Our hike started with a climb up this staircase that took us into the woods.
We encountered some fallen trees that Max said survived Hurricane Sandy, but fell following the Nor’Easter that smacked the Northeast afterward. There is only so much torture trees can withstand.
Then, we marveled at the George Washington Bridge.
Max reverently observed:
Max: Thank God those idiots didn’t cover it in concrete.
Apparently, when the bridge was under construction planners had considered encasing it in cement. After showing our respects to the GWB, we traveled on a path until we reached The Spot.
My tour guide announced:
Max: This is it!
Me: How the hell do you know? It was demolished before you were even born!
Max pointed downward at a surviving bit of sidewalk in these woods. Never argue with a Jersey guy that knows his Jersey lore forwards and back.
What is it?
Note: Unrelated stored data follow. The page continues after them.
"""Smooth random fields for the demo geology: sums of random Fourier modes (seeded).

A field f(x) = sqrt(2/M) sum_m cos(k_m . x / L + phi_m), with wave vectors k_m drawn from a
standard normal and phases uniform on [0, 2 pi), is approximately a zero-mean, unit-variance
Gaussian random field with Gaussian covariance exp(-|h|^2 / (2 L^2)) for many modes.

References
----------
.. [1] Shinozuka, M. (1971). Simulation of multivariate and multidimensional random
   processes. Journal of the Acoustical Society of America 49(1B), 357-368.
   DOI: 10.1121/1.1912338
"""

from __future__ import annotations

from dataclasses import dataclass

import numpy as np

from geomet.errors import InputDataError

_CHUNK = 262_144


@dataclass(frozen=True)
class FourierField:
    """A seeded smooth random field in 2 or 3 dimensions.

    Parameters
    ----------
    wave_vectors : ndarray, shape (M, D)
        Wave vectors already divided by the correlation length [1/m].
    phases : ndarray, shape (M,)
        Phases [rad].
    """

    wave_vectors: np.ndarray
    phases: np.ndarray

    @classmethod
    def make(
        cls,
        rng: np.random.Generator,
        length_m: float | tuple[float, ...],
        *,
        dims: int = 3,
        modes: int = 20,
    ) -> FourierField:
        """Draw a field with correlation length ``length_m`` [m] (one value or one per axis)."""
        lengths = np.broadcast_to(np.asarray(length_m, dtype=float), (dims,))
        k = rng.standard_normal((modes, dims)) / lengths
        phi = rng.uniform(0.0, 2.0 * np.pi, modes)
        return cls(k, phi)

    def __call__(self, *coords: np.ndarray) -> np.ndarray:
        """Field values (about N(0, 1)) at points given as separate coordinate arrays [m]."""
        pts = np.stack([np.asarray(c, dtype=float).ravel() for c in coords], axis=1)
        if pts.shape[1] != self.wave_vectors.shape[1]:
            msg = (
                f"field has {self.wave_vectors.shape[1]} dimensions; got {pts.shape[1]} "
                "coordinate arrays"
            )
            raise InputDataError(msg)
        out = np.empty(len(pts))
        scale = np.sqrt(2.0 / len(self.phases))
        k = self.wave_vectors
        for start in range(0, len(pts), _CHUNK):
            block = pts[start : start + _CHUNK]
            # element-wise products, not a BLAS matrix product: the same bits on every machine
            arg = self.phases + block[:, 0:1] * k[:, 0]
            for d in range(1, k.shape[1]):
                arg += block[:, d : d + 1] * k[:, d]
            np.cos(arg, out=arg)
            out[start : start + _CHUNK] = scale * arg.sum(axis=1)
        return out.reshape(np.shape(coords[0]))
It’s this now.
And imagine back in the day, in the forties and fifties, in this same space it was this.
Bill Miller’s Riviera was a bit of Las Vegas-style swank, but pre-Las Vegas, situated in the foothills of Fort Lee. The Riviera attracted top entertainers of the era as both performers and guests, and those visitors included Frank and Ava. Frank also performed at the Riviera in 1953 when he had his career comeback. 1953 was also the year that Bill Miller was bought out and the Riviera closed to make way for the Palisades Interstate Parkway. The Riviera was demolished a year later.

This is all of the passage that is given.